HolderShares Beneficially Owned% of ClassNotes
Gene Michael BennettBeneficial ownership line shows “—”; footnote notes warrant entitlements (65,000 issued 2008–2020, none exercised; entitlement of 20,000 for 2021–2024)
Shares Outstanding (Record Date)5,022,002 Record date: Nov 3, 2025
  • Pledging/hedging: No pledging or hedging disclosures for Bennett; Section 16(a) compliance indicates all reporting persons met filing requirements for FY 2024.

Say-on-Pay & Shareholder Feedback

  • FY2023 annual meeting advisory vote on NEO compensation: 9,364,170 For; 11,737 Against; 12,700 Abstain. Frequency chosen: every three years (9,128,856 votes).
  • FY2024 annual meeting: Board and proposals passed, including reverse split authority (9,454,428 For).

Governance Assessment

  • Strengths: Long-serving independent director with deep audit and financial expertise; chairs audit committee; independence affirmed; no related-party transactions or committee interlocks; board and committees met regularly.
  • Alignment: Cash-only director pay ($16,000) with prospective low-dilution warrants; no equity grants or options in 2024; minimal pay complexity reduces conflict risk.
  • Structural concerns: Combined CEO-Chair structure; board relies on independent directors for oversight; individual director attendance rates not disclosed.
  • Red flags and risk indicators:
    • Legacy warrants outstanding (65,000) and further warrant entitlements may dilute shareholders if exercised over time; issuance mechanics should be monitored; no exercises to date.
    • Company-level risks: going concern doubt; lack of D&O insurance; reverse stock split dependency tied to listing compliance—macro governance risk for all directors.
    • Low director cash retainer may indicate limited incentive to devote time vs. risk profile (contextual, as no meeting fees disclosed).

Additional Context: Committee Operations

  • Audit Committee: Oversees accounting, financial reporting integrity, internal controls, compliance, and auditor independence; Bennett serves as Chair and “audit committee financial expert.”
  • Nominating & Compensation Committee: Oversees executive/director compensation, performance evaluations, succession, stock/incentive plan administration, board composition, and board effectiveness; chaired by Yingwen Zhang; Bennett is a member.

Related Party Transactions

  • No Bennett-related related-party transactions disclosed; company-level RPTs involve loans from the CEO, not Bennett.
  • Compensation Committee members (including Bennett) had no material transaction interests >$120,000 during FY 2024.

Employment & Contract Terms (Director Engagement)

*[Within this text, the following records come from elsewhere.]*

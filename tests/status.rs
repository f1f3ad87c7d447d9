//! `closeout status` end to end: the tallies of the sample study and of a generated
//! 50,000-row file against an independent pandas computation, the pinned JSON of the
//! sample, CSV formula neutralisation, exit codes and error messages.

#![allow(clippy::unwrap_used, clippy::expect_used, clippy::panic)]

use std::path::{Path, PathBuf};

use assert_cmd::Command;
use closeout::bounds::{self, Level, Method, Query};
use closeout::study::Study;
use closeout::tally::{CellKey, Tally};
use closeout::{assess, batch, report};
use serde_json::Value;

fn root() -> PathBuf {
    PathBuf::from(env!("CARGO_MANIFEST_DIR"))
}

fn closeout() -> Command {
    Command::cargo_bin("closeout").unwrap()
}

fn read(study: &Path) -> (Study, Tally) {
    let study = Study::load(study).unwrap();
    let tally = batch::read(&study).unwrap();
    (study, tally)
}

/// Compare a tally with the expected JSON written by the sample's `reference.py`
/// (Python's csv module for the parsing, a pandas groupby for the sums, statsmodels
/// `proportion_confint` for Wilson and Clopper–Pearson; versions in the file).
fn check_against_pandas(study_file: &Path, expected_file: &Path) {
    let (study, tally) = read(study_file);
    let e: Value = serde_json::from_str(&std::fs::read_to_string(expected_file).unwrap()).unwrap();
    assert!(e["versions"]["pandas"].is_string());
    assert_eq!(tally.rows_read, e["rows_read"].as_u64().unwrap());
    assert_eq!(tally.rejected, e["rows_rejected"].as_u64().unwrap());
    assert_eq!(tally.duplicates, e["duplicates"].as_u64().unwrap());
    for (got, want) in tally
        .first_rejections
        .iter()
        .zip(e["rejections"].as_array().unwrap())
    {
        assert_eq!(got.line, want["line"].as_u64().unwrap());
        assert_eq!(
            got.reason.kind(),
            want["reason"].as_str().unwrap(),
            "line {}",
            got.line
        );
    }
    for ((line, id), want) in tally
        .first_duplicates
        .iter()
        .zip(e["duplicate_lines"].as_array().unwrap())
    {
        assert_eq!(*line, want["line"].as_u64().unwrap());
        assert_eq!(id.trim(), want["id"].as_str().unwrap().trim());
    }
    for (i, measure) in study.measures.iter().enumerate() {
        let want = &e["unexpected"][&measure.name];
        let got = &tally.unexpected_values[i];
        assert_eq!(
            got.len(),
            want.as_object().unwrap().len(),
            "{}",
            measure.name
        );
        for (value, count) in got {
            assert_eq!(
                Some(*count),
                want[value].as_u64(),
                "{} '{value}'",
                measure.name
            );
        }
    }
    let cells = e["cells"].as_array().unwrap();
    assert_eq!(tally.cells.len(), cells.len());
    let level = Level::from_confidence(0.95).unwrap();
    for want in cells {
        let values: Vec<String> = study
            .cells
            .iter()
            .map(|c| want["cell"][c].as_str().unwrap().to_string())
            .collect();
        let cell = &tally.cells[&CellKey(values.clone())];
        assert_eq!(
            cell.responses,
            want["responses"].as_u64().unwrap(),
            "{values:?}"
        );
        for (m, w) in cell
            .measures
            .iter()
            .zip(want["measures"].as_array().unwrap())
        {
            let ctx = format!("{values:?} {}", w["name"]);
            assert_eq!(m.n, w["n"].as_u64().unwrap(), "{ctx}");
            assert_eq!(m.successes, w["successes"].as_u64().unwrap(), "{ctx}");
            assert_eq!(m.missing, w["missing"].as_u64().unwrap(), "{ctx}");
            assert_eq!(m.unexpected, w["unexpected"].as_u64().unwrap(), "{ctx}");
            // Weights are multiples of 1/16, so the sums are exact in any order.
            assert_eq!(m.weights.sum_w, w["sum_w"].as_f64().unwrap(), "{ctx}");
            assert_eq!(m.weights.sum_w2, w["sum_w2"].as_f64().unwrap(), "{ctx}");
            assert_eq!(m.weights.sum_wy, w["sum_wy"].as_f64().unwrap(), "{ctx}");
            if m.n == 0 {
                continue;
            }
            let q = Query::new(m.successes, m.n, level).unwrap();
            for (method, key) in [
                (Method::Wilson, "wilson"),
                (Method::ClopperPearson, "clopper_pearson"),
            ] {
                let i = bounds::interval(method, &q).unwrap();
                let ends = w[key].as_array().unwrap();
                assert!(
                    (i.lower - ends[0].as_f64().unwrap()).abs() < 1e-9,
                    "{ctx} {method}"
                );
                assert!(
                    (i.upper - ends[1].as_f64().unwrap()).abs() < 1e-9,
                    "{ctx} {method}"
                );
            }
        }
    }
}

#[test]
fn sample_study_tallies_match_pandas() {
    let dir = root().join("sample-data/lakeside-residents");
    check_against_pandas(&dir.join("study.toml"), &dir.join("expected.json"));
}

#[test]
fn generated_50k_tallies_match_pandas() {
    let dir = root().join("tests/data");
    check_against_pandas(
        &dir.join("generated-50k.study.toml"),
        &dir.join("generated-50k.expected.json"),
    );
}

const AS_OF: &str = "2026-05-15T18:00:00Z";

/// The sample's whole `status --format json` output, pinned. The parts that come
/// from outside sources are checked above; this pin catches any unintended change in
/// the verdict, ordering or field names. Regenerate with
/// `CLOSEOUT_UPDATE_PINS=1 cargo test --test status` and review the diff.
#[test]
fn sample_status_json_is_pinned() {
    let study = root().join("sample-data/lakeside-residents/study.toml");
    let out = closeout()
        .current_dir(root())
        .args([
            "status",
            "sample-data/lakeside-residents/study.toml",
            "--format",
            "json",
            "--as-of",
            AS_OF,
        ])
        .assert()
        .success()
        .get_output()
        .stdout
        .clone();
    let got: Value = serde_json::from_slice(&out).unwrap();
    let pin = root().join("tests/pins/lakeside-status.json");
    if std::env::var_os("CLOSEOUT_UPDATE_PINS").is_some() {
        std::fs::create_dir_all(pin.parent().unwrap()).unwrap();
        std::fs::write(&pin, serde_json::to_string_pretty(&got).unwrap() + "\n").unwrap();
    }
    let want: Value = serde_json::from_str(&std::fs::read_to_string(&pin).unwrap()).unwrap();
    assert_eq!(got, want, "status JSON changed; see {}", pin.display());
    // The documented top-level and per-cell fields are there.
    for key in [
        "title",
        "rows_read",
        "rows_rejected",
        "duplicates",
        "decide_by",
        "margin_target",
        "confidence",
        "ready_to_close",
        "cells",
    ] {
        assert!(!got[key].is_null(), "{key}");
    }
    let cell = &got["cells"][0];
    for key in [
        "cell",
        "label",
        "planned",
        "responses",
        "status",
        "rate_per_hour",
        "eta",
        "measures",
    ] {
        assert!(cell.get(key).is_some(), "{key}");
    }
    for key in [
        "name",
        "n",
        "successes",
        "estimate",
        "margin",
        "met",
        "needed",
        "bounds",
    ] {
        assert!(cell["measures"][0].get(key).is_some(), "{key}");
    }
    assert!(study.exists());
}

/// The verdict follows the rules: a cell is met when every measure's deciding margin
/// is within the target and its minimum is reached; ready to close when every planned
/// cell is met; unplanned cells never count.
#[test]
fn the_verdict_follows_its_rules() {
    let (study, tally) = read(&root().join("sample-data/lakeside-residents/study.toml"));
    let s = assess::assess(&study, &tally, AS_OF.parse().unwrap());
    assert_eq!(s.cells_planned, study.quotas.len());
    for c in &s.cells {
        let measures_met = c
            .measures
            .iter()
            .all(|m| m.margin.is_some_and(|x| x <= study.target.margin));
        let minimum_met = c.responses >= c.minimum.unwrap_or(0);
        assert_eq!(
            c.status == assess::Status::Met,
            measures_met && minimum_met,
            "{}",
            c.label
        );
        for m in &c.measures {
            let decided = m
                .bounds
                .iter()
                .find(|b| b.method == study.target.decide_by)
                .unwrap();
            assert_eq!(m.margin, decided.margin, "{} {}", c.label, m.name);
        }
    }
    // The ETA is the rate carried forward: as_of + needed / rate hours (to the second).
    for c in s.cells.iter().filter(|c| c.status != assess::Status::Met) {
        if let (Some(eta), Some(needed), Some(rate)) = (c.eta, c.needed, c.rate_per_hour) {
            let hours = eta.duration_since(s.as_of).as_secs_f64() / 3600.0;
            assert!(
                (hours - needed as f64 / rate).abs() < 1.0 / 3600.0,
                "{}",
                c.label
            );
        }
    }
    assert!(
        s.cells.iter().any(|c| c.eta.is_some()),
        "the sample has a cell with an ETA"
    );
    let planned_met = s
        .cells
        .iter()
        .filter(|c| c.planned)
        .all(|c| c.status == assess::Status::Met);
    assert_eq!(s.ready_to_close, planned_met);
    assert!(
        s.cells.iter().any(|c| !c.planned),
        "the sample has unplanned cells"
    );
    // Worst first: planned cells by status, at risk before open before met.
    let statuses: Vec<_> = s
        .cells
        .iter()
        .filter(|c| c.planned)
        .map(|c| c.status)
        .collect();
    assert!(statuses.windows(2).all(|w| w[0] <= w[1]), "{statuses:?}");
}

#[test]
fn csv_output_never_carries_a_formula() {
    let out = closeout()
        .current_dir(root())
        .args([
            "status",
            "sample-data/lakeside-residents/study.toml",
            "--format",
            "csv",
            "--as-of",
            AS_OF,
        ])
        .assert()
        .success()
        .get_output()
        .stdout
        .clone();
    let mut reader = csv::Reader::from_reader(out.as_slice());
    let mut saw_neutralised = false;
    for record in reader.records() {
        for field in record.unwrap().iter() {
            assert!(
                !field.starts_with(['=', '+', '-', '@', '\t', '\r']),
                "formula-like field {field:?}"
            );
            saw_neutralised |= field.starts_with("'=");
        }
    }
    assert!(
        saw_neutralised,
        "the sample's '=1+1' cell should appear neutralised"
    );
    assert_eq!(report::neutralise("@SUM(A1)"), "'@SUM(A1)");
    assert_eq!(report::neutralise("north"), "north");
}

#[test]
fn exit_code_says_whether_collection_can_close() {
    // The sample still has an open cell.
    closeout()
        .current_dir(root())
        .args([
            "status",
            "sample-data/lakeside-residents/study.toml",
            "--exit-code",
            "--as-of",
            AS_OF,
        ])
        .assert()
        .code(1);
    // The same data with a target every cell meets.
    let dir = tempfile::tempdir().unwrap();
    let text = std::fs::read_to_string(root().join("sample-data/lakeside-residents/study.toml"))
        .unwrap()
        .replace("margin = 0.10", "margin = 0.45")
        .replace("minimum = 120", "minimum = 1")
        .replace("minimum = 150", "minimum = 1")
        .replace("minimum = 80", "minimum = 1")
        .replace(
            "file = \"responses.csv\"",
            &format!(
                "file = {:?}",
                root().join("sample-data/lakeside-residents/responses.csv")
            ),
        );
    std::fs::write(dir.path().join("study.toml"), text).unwrap();
    closeout()
        .args(["status"])
        .arg(dir.path().join("study.toml"))
        .args(["--exit-code", "--as-of", AS_OF])
        .assert()
        .code(0);
}

#[test]
fn errors_name_the_place_and_exit_2() {
    let dir = tempfile::tempdir().unwrap();
    let study = dir.path().join("study.toml");
    let text =
        std::fs::read_to_string(root().join("sample-data/lakeside-residents/study.toml")).unwrap();
    // The responses file is missing.
    std::fs::write(&study, &text).unwrap();
    let out = closeout()
        .arg("status")
        .arg(&study)
        .assert()
        .code(2)
        .get_output()
        .stderr
        .clone();
    let err = String::from_utf8(out).unwrap();
    assert!(
        err.contains("responses.csv") && err.contains("cannot open"),
        "{err}"
    );
    // A column the study names is not in the header.
    std::fs::write(
        dir.path().join("responses.csv"),
        "respondent_id,submitted_at,distrikt,age_band,weight,q_satisfaction,q_recommend\n",
    )
    .unwrap();
    let out = closeout()
        .arg("status")
        .arg(&study)
        .assert()
        .code(2)
        .get_output()
        .stderr
        .clone();
    let err = String::from_utf8(out).unwrap();
    assert!(
        err.contains("'district'") && err.contains("did you mean 'distrikt'"),
        "{err}"
    );
    // The study file itself is missing.
    closeout()
        .arg("status")
        .arg(dir.path().join("nope.toml"))
        .assert()
        .code(2);
}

  • Renewed one-year engagement letter (Dec 23, 2024): $16,000 cash, payable quarterly, plus warrant right for 5,000 shares at $0.19 strike; no warrant issuance to Bennett as of proxy date.

Appendices: Shareholder Actions

  • FY2025 proxy proposals include election of independent directors (including Bennett), reverse split authorization up to 1:20, and increasing Plan share reserve to 569,600; board recommends “FOR” all proposals.

Disclosure gaps: No per-director attendance rates; no director stock ownership guidelines; no clawback policy disclosure specific to directors; no evidence of independent compensation consultant use. Where not disclosed, items are omitted per instruction.